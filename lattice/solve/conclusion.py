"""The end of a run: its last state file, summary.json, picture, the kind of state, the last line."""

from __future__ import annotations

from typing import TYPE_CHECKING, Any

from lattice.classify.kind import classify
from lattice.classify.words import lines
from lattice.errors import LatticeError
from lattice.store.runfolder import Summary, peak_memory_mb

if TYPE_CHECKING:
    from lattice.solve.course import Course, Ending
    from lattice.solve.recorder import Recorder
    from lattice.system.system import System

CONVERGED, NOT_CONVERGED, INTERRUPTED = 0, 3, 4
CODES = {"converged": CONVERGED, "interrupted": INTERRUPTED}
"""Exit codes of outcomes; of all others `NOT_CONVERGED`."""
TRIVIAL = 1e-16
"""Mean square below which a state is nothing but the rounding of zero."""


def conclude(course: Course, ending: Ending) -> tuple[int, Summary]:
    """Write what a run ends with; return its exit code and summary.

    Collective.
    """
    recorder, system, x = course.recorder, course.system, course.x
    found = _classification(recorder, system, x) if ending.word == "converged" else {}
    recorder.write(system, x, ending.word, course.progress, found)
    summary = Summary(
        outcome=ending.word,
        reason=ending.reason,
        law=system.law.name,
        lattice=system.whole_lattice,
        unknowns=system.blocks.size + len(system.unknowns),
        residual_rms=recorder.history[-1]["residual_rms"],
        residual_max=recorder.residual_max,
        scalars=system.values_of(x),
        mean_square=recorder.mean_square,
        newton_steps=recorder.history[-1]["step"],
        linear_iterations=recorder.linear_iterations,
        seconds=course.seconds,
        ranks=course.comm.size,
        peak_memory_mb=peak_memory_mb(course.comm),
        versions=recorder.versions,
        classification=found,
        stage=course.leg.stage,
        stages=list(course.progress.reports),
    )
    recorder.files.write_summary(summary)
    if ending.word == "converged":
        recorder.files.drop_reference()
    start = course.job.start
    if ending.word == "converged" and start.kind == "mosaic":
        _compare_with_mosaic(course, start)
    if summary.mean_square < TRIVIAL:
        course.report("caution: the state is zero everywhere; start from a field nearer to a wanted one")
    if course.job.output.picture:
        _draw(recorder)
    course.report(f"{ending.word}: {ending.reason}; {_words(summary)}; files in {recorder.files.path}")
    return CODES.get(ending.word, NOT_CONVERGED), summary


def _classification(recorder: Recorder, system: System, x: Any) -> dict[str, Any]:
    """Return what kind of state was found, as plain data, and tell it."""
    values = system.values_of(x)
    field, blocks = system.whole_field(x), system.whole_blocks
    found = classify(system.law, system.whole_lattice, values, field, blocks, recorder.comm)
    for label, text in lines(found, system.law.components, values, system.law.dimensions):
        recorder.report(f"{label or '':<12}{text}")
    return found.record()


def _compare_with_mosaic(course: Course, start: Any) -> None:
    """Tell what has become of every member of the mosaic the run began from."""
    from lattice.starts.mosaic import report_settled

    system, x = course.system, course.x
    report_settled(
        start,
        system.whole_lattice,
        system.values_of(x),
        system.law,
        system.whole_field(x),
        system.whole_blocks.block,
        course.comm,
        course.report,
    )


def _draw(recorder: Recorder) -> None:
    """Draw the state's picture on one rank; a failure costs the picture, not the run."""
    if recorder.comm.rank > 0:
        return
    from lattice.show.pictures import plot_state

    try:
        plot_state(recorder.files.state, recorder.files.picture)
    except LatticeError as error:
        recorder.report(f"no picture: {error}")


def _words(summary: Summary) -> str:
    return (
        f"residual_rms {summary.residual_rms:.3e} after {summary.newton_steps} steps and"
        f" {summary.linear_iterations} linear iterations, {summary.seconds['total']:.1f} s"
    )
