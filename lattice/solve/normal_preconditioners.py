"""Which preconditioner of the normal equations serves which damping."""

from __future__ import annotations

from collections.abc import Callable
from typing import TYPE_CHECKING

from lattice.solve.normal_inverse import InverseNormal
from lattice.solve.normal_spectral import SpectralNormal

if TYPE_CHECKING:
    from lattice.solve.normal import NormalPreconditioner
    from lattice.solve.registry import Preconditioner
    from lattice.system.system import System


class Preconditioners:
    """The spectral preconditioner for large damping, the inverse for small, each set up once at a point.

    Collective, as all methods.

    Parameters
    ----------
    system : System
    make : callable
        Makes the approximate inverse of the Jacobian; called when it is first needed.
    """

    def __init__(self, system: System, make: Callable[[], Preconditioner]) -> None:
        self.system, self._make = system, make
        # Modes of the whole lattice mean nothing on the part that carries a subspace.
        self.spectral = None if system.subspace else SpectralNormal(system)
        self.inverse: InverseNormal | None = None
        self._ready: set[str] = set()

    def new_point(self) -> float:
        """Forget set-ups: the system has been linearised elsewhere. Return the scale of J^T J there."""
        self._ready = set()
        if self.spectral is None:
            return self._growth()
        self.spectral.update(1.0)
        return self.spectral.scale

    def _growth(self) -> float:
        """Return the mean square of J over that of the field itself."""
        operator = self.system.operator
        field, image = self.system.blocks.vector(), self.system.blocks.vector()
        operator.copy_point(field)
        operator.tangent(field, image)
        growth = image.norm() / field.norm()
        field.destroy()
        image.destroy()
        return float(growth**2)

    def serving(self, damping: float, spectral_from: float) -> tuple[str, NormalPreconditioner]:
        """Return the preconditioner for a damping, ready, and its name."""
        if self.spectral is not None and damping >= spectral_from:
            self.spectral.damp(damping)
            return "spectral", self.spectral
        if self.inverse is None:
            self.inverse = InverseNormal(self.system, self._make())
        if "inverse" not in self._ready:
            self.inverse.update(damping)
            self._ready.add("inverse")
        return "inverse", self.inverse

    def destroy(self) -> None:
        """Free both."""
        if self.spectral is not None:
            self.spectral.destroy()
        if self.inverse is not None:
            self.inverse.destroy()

______

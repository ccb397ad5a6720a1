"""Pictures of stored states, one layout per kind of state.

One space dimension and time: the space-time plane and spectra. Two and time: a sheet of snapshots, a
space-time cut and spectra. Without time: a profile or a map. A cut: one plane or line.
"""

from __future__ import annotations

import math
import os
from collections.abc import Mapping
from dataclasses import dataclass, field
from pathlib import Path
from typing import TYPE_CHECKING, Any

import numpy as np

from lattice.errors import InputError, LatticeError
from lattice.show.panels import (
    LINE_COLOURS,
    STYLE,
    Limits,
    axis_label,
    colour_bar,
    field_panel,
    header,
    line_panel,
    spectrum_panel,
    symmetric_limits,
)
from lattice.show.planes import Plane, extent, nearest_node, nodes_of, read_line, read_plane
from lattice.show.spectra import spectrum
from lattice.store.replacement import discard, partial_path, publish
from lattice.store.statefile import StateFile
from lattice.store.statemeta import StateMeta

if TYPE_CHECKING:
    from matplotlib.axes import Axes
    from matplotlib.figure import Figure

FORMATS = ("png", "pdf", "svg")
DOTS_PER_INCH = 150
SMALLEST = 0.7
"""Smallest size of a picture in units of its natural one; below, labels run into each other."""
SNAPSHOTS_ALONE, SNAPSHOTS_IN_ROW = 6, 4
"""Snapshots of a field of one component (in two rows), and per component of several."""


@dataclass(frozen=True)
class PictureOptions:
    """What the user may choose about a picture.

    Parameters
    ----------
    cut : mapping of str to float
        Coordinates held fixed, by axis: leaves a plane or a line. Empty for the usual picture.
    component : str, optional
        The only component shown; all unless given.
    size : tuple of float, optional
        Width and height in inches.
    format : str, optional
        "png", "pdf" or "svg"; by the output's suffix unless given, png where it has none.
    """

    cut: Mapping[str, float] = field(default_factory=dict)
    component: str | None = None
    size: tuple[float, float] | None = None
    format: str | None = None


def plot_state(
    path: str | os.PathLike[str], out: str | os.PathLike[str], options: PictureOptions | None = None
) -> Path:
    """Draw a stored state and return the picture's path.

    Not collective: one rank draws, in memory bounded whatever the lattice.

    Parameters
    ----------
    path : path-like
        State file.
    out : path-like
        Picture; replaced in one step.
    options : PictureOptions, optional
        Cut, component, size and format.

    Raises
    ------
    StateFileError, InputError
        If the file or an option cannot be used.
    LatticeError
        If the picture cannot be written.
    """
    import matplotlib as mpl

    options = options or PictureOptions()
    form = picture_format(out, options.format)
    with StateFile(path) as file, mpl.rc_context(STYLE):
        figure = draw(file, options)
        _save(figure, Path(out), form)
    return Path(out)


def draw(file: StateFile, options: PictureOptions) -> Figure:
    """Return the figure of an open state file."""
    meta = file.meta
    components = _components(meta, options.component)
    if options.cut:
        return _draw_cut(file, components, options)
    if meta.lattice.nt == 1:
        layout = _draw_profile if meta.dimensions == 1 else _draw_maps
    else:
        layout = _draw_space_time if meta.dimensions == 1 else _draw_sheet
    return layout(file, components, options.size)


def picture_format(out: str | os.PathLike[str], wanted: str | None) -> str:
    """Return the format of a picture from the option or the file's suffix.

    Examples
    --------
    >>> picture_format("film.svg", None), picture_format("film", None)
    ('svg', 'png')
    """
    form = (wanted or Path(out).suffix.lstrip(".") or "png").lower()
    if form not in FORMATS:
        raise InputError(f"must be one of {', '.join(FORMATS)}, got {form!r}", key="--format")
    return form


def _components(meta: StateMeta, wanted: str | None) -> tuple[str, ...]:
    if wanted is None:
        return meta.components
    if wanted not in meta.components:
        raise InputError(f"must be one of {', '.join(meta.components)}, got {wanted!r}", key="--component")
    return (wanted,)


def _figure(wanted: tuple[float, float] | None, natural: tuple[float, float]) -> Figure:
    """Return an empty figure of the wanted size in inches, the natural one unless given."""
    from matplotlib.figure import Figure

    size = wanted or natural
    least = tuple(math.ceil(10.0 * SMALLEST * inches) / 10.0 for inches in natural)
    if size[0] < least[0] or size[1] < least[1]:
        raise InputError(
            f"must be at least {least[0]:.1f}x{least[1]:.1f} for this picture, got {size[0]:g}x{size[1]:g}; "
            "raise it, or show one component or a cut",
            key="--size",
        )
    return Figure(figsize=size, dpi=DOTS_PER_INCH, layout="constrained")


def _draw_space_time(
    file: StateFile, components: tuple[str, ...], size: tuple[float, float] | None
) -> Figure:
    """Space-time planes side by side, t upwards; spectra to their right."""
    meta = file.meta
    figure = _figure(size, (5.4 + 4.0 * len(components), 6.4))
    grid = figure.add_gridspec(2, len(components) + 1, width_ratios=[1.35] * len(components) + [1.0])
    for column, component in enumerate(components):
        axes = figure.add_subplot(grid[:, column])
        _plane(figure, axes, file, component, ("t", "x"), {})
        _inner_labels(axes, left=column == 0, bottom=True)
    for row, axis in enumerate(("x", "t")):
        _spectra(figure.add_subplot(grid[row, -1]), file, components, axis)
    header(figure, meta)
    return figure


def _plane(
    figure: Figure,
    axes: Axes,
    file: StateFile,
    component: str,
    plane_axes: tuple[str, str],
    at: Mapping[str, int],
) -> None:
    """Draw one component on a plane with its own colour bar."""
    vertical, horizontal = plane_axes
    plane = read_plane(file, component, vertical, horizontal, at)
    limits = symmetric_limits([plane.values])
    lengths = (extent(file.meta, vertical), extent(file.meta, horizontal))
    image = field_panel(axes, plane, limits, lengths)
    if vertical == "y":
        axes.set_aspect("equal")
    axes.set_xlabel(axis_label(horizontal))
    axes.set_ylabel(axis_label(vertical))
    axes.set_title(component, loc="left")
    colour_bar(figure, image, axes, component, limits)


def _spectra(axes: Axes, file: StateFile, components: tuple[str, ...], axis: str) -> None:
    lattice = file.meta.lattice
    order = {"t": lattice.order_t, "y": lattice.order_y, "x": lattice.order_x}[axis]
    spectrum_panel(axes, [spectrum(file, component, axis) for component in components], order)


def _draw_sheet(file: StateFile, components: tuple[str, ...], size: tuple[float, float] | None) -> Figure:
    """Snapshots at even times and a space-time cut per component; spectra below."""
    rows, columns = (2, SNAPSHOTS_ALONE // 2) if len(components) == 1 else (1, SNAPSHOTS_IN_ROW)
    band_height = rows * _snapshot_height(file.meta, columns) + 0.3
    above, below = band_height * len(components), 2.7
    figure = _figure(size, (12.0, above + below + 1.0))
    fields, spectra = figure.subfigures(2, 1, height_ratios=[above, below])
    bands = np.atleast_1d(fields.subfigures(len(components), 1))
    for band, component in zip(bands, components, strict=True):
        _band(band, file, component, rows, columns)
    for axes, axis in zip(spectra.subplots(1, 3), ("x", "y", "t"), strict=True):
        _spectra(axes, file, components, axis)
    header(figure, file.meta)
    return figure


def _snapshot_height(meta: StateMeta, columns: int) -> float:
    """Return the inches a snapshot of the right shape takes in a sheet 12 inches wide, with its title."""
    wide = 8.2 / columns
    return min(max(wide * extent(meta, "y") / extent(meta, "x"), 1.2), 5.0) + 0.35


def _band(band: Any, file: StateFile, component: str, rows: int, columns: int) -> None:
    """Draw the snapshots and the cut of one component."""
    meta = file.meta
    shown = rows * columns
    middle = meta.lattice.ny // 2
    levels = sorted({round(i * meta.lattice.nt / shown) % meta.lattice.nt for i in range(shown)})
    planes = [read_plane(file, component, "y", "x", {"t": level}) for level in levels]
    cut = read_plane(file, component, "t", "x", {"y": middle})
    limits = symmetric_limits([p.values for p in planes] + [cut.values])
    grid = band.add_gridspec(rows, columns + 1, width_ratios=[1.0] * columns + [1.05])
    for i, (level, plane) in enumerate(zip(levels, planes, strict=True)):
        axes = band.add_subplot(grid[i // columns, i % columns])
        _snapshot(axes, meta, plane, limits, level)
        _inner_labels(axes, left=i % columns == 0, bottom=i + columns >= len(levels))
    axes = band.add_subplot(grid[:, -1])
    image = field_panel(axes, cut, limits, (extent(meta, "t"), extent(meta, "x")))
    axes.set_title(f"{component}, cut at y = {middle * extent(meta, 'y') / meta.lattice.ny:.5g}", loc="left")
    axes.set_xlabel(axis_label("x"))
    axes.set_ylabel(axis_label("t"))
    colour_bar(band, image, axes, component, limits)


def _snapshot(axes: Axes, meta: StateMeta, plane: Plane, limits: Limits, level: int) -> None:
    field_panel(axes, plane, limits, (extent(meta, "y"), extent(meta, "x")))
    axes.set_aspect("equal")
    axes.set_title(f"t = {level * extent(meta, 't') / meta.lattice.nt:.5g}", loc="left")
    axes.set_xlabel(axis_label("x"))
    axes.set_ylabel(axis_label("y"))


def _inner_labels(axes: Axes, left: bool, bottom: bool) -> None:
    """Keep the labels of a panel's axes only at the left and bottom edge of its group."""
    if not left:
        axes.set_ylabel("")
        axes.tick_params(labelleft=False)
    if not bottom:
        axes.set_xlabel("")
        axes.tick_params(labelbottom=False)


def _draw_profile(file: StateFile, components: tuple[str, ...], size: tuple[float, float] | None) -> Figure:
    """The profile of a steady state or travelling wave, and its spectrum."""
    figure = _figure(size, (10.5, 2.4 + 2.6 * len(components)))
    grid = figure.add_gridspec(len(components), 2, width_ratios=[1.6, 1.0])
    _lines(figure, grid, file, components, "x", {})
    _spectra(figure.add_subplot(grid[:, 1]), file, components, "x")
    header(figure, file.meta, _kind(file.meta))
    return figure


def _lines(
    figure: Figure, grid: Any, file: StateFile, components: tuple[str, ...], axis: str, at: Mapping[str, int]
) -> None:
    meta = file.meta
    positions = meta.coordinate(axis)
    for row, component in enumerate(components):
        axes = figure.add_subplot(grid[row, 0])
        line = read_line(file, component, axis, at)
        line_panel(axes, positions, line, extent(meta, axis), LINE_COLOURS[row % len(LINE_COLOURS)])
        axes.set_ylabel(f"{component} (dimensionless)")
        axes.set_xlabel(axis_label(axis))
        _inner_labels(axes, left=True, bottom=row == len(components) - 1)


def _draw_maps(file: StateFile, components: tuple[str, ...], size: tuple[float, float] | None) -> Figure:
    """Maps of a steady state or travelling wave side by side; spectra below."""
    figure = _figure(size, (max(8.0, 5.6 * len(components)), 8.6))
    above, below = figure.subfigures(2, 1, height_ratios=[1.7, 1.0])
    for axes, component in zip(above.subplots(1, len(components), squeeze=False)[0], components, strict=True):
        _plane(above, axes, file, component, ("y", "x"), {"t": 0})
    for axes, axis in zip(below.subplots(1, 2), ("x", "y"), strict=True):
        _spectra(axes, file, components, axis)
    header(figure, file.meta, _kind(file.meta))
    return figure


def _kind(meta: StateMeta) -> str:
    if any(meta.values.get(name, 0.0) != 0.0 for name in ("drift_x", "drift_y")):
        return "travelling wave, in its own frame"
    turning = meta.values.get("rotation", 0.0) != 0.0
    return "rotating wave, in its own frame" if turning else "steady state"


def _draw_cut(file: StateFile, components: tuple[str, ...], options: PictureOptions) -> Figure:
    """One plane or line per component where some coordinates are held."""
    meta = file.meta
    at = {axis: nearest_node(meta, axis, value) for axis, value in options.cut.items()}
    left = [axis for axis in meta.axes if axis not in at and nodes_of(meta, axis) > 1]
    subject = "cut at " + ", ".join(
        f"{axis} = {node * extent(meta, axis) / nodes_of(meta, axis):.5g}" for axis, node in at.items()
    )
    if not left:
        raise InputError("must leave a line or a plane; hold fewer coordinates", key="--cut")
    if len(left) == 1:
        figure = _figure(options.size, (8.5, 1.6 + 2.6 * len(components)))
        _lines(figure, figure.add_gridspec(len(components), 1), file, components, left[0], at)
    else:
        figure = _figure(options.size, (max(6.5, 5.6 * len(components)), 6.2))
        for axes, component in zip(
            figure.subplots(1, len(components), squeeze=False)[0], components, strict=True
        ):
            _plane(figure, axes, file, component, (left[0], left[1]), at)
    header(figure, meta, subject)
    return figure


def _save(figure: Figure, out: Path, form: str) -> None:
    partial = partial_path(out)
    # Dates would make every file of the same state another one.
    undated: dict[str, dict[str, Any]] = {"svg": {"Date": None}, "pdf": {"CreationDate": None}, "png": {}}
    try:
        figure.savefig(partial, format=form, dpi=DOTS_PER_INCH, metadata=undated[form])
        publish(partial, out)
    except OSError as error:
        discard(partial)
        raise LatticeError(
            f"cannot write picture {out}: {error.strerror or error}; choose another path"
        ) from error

______

--- Exercise objective ---
Output the material above exactly, but only from the line that carries "SNAPSHOTS_ALONE, SNAPSHOTS_IN_ROW = 6, 4" through the line that carries "the figure of".

--- Output for this exercise ---
SNAPSHOTS_ALONE, SNAPSHOTS_IN_ROW = 6, 4
"""Snapshots of a field of one component (in two rows), and per component of several."""


@dataclass(frozen=True)
class PictureOptions:
    """What the user may choose about a picture.

    Parameters
    ----------
    cut : mapping of str to float
        Coordinates held fixed, by axis: leaves a plane or a line. Empty for the usual picture.
    component : str, optional
        The only component shown; all unless given.
    size : tuple of float, optional
        Width and height in inches.
    format : str, optional
        "png", "pdf" or "svg"; by the output's suffix unless given, png where it has none.
    """

    cut: Mapping[str, float] = field(default_factory=dict)
    component: str | None = None
    size: tuple[float, float] | None = None
    format: str | None = None


def plot_state(
    path: str | os.PathLike[str], out: str | os.PathLike[str], options: PictureOptions | None = None
) -> Path:
    """Draw a stored state and return the picture's path.

    Not collective: one rank draws, in memory bounded whatever the lattice.

    Parameters
    ----------
    path : path-like
        State file.
    out : path-like
        Picture; replaced in one step.
    options : PictureOptions, optional
        Cut, component, size and format.

    Raises
    ------
    StateFileError, InputError
        If the file or an option cannot be used.
    LatticeError
        If the picture cannot be written.
    """
    import matplotlib as mpl

    options = options or PictureOptions()
    form = picture_format(out, options.format)
    with StateFile(path) as file, mpl.rc_context(STYLE):
        figure = draw(file, options)
        _save(figure, Path(out), form)
    return Path(out)


def draw(file: StateFile, options: PictureOptions) -> Figure:
    """Return the figure of an open state file."""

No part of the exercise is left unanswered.